Task item:
Using the records below, report how many lines include "there", and give no more than the number.

>>>

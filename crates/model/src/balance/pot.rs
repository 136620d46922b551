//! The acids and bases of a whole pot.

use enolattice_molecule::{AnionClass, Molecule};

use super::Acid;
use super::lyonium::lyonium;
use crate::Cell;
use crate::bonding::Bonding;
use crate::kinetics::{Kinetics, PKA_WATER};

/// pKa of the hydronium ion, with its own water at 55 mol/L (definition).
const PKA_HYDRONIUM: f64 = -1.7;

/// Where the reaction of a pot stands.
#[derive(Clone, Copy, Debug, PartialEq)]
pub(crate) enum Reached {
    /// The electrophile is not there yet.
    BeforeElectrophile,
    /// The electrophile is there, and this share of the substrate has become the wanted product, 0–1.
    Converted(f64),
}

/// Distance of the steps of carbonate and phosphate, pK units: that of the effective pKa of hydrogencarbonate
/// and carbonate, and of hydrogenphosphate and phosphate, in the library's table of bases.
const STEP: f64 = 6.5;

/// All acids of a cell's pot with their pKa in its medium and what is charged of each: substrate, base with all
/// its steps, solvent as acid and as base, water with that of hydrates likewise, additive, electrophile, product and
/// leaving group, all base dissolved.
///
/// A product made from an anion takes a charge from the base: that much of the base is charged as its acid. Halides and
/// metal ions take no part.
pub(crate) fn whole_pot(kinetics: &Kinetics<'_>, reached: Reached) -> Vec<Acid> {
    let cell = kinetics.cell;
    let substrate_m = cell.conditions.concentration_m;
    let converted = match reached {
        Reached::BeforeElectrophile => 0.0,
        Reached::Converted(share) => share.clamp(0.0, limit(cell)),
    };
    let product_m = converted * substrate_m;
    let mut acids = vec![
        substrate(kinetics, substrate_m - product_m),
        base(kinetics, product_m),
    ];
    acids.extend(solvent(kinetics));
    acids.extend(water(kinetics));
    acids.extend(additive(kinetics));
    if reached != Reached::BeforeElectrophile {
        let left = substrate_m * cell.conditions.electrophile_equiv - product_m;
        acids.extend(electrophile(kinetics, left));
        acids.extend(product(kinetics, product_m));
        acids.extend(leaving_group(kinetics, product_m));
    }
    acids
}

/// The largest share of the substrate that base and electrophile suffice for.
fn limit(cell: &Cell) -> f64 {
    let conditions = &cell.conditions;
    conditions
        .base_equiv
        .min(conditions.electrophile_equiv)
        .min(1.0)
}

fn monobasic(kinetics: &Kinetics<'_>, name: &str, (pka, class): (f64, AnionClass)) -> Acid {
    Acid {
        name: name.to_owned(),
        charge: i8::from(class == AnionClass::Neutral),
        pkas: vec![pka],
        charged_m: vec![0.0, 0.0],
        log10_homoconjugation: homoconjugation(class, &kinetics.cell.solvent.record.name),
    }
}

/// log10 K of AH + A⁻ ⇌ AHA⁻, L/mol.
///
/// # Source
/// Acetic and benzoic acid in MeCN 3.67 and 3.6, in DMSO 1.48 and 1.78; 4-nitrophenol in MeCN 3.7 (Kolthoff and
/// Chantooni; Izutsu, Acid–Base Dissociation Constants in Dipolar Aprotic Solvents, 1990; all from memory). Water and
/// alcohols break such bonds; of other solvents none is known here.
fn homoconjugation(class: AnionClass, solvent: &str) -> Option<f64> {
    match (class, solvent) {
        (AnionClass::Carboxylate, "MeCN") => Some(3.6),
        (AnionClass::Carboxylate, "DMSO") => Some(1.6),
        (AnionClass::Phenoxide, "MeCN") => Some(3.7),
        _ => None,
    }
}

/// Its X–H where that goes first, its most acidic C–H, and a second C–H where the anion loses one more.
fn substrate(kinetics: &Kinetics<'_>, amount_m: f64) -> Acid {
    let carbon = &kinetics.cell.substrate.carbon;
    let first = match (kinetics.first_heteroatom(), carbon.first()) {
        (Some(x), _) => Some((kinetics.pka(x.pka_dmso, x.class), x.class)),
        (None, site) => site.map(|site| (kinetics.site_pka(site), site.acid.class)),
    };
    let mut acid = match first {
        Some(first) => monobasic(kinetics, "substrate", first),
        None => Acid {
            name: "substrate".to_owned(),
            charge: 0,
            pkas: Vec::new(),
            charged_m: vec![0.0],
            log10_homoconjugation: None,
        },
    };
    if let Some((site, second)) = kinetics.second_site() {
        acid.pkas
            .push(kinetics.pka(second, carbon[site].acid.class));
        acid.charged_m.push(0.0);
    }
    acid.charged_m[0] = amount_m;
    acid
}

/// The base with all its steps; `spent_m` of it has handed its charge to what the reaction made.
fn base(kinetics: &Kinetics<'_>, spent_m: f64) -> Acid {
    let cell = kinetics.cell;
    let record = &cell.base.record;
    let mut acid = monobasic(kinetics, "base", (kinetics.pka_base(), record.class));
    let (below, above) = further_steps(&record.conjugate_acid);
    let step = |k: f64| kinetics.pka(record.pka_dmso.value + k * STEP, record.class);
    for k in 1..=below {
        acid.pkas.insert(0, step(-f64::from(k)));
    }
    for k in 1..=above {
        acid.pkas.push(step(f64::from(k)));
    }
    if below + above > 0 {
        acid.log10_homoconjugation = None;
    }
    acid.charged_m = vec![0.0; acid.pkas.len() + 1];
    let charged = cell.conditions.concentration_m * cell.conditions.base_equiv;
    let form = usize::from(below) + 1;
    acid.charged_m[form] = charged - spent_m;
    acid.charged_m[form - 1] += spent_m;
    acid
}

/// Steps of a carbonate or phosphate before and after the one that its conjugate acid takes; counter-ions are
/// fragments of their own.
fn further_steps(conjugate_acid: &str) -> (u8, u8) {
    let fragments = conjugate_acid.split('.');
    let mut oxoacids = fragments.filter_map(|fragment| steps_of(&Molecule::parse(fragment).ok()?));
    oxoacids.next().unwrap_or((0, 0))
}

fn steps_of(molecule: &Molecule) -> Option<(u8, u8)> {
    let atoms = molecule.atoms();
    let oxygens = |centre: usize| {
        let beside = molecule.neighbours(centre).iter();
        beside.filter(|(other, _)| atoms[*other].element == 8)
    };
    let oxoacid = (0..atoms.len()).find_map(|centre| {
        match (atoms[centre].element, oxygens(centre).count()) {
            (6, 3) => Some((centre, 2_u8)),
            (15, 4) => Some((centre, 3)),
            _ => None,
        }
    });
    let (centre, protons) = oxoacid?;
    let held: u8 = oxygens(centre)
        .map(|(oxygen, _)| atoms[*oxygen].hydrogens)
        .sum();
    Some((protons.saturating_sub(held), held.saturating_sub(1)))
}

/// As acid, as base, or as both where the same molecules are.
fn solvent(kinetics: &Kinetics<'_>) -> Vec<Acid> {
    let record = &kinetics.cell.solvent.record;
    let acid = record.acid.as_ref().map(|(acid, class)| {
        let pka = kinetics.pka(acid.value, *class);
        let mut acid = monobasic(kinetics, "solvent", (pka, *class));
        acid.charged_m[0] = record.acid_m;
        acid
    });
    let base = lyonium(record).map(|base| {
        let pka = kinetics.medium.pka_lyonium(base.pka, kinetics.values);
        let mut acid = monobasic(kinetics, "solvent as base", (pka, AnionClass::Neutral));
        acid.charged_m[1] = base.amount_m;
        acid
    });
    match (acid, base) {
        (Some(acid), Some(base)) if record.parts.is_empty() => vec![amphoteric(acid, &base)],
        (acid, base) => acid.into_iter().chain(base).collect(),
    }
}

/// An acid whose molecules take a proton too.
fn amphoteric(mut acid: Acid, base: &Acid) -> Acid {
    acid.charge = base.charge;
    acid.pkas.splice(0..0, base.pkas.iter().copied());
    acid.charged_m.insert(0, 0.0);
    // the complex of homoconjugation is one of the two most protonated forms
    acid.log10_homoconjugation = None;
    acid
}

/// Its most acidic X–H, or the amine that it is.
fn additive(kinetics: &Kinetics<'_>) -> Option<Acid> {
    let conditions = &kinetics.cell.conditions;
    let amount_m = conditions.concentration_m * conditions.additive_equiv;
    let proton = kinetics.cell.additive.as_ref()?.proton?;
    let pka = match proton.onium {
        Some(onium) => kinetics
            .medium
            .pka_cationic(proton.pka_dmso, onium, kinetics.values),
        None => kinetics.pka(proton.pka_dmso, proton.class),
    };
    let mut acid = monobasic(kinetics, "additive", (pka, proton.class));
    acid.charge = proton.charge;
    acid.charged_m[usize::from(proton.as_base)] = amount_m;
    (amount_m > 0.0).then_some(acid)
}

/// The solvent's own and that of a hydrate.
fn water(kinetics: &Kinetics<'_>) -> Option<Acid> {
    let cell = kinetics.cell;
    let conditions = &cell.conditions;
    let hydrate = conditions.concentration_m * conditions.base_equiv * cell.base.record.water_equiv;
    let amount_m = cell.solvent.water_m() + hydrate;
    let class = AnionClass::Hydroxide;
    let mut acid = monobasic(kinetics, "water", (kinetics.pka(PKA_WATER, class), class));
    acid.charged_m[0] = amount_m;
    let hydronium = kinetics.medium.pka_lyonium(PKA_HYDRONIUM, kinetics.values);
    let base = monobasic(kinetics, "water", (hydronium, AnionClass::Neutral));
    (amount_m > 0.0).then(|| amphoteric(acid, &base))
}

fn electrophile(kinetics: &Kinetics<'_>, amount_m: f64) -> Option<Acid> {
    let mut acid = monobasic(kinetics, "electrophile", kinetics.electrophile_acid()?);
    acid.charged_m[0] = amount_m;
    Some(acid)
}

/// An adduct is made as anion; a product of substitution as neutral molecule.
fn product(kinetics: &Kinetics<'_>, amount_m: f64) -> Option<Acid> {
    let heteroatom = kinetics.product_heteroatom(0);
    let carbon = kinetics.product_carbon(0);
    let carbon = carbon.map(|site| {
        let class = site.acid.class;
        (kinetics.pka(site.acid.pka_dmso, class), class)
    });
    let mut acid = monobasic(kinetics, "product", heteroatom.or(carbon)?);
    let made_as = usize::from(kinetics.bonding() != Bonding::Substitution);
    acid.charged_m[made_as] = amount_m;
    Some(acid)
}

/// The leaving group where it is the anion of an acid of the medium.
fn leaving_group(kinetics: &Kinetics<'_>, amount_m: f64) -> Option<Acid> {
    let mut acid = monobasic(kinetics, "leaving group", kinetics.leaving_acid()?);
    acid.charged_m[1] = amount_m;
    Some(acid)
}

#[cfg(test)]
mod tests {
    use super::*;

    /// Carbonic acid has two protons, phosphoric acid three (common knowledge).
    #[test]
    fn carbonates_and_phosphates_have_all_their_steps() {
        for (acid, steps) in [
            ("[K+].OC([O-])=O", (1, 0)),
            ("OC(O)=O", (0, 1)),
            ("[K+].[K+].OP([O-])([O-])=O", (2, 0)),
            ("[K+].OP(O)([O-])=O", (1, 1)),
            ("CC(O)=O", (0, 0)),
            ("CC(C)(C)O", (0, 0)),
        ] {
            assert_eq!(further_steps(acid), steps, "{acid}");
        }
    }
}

<<<

Output of the exercise:
2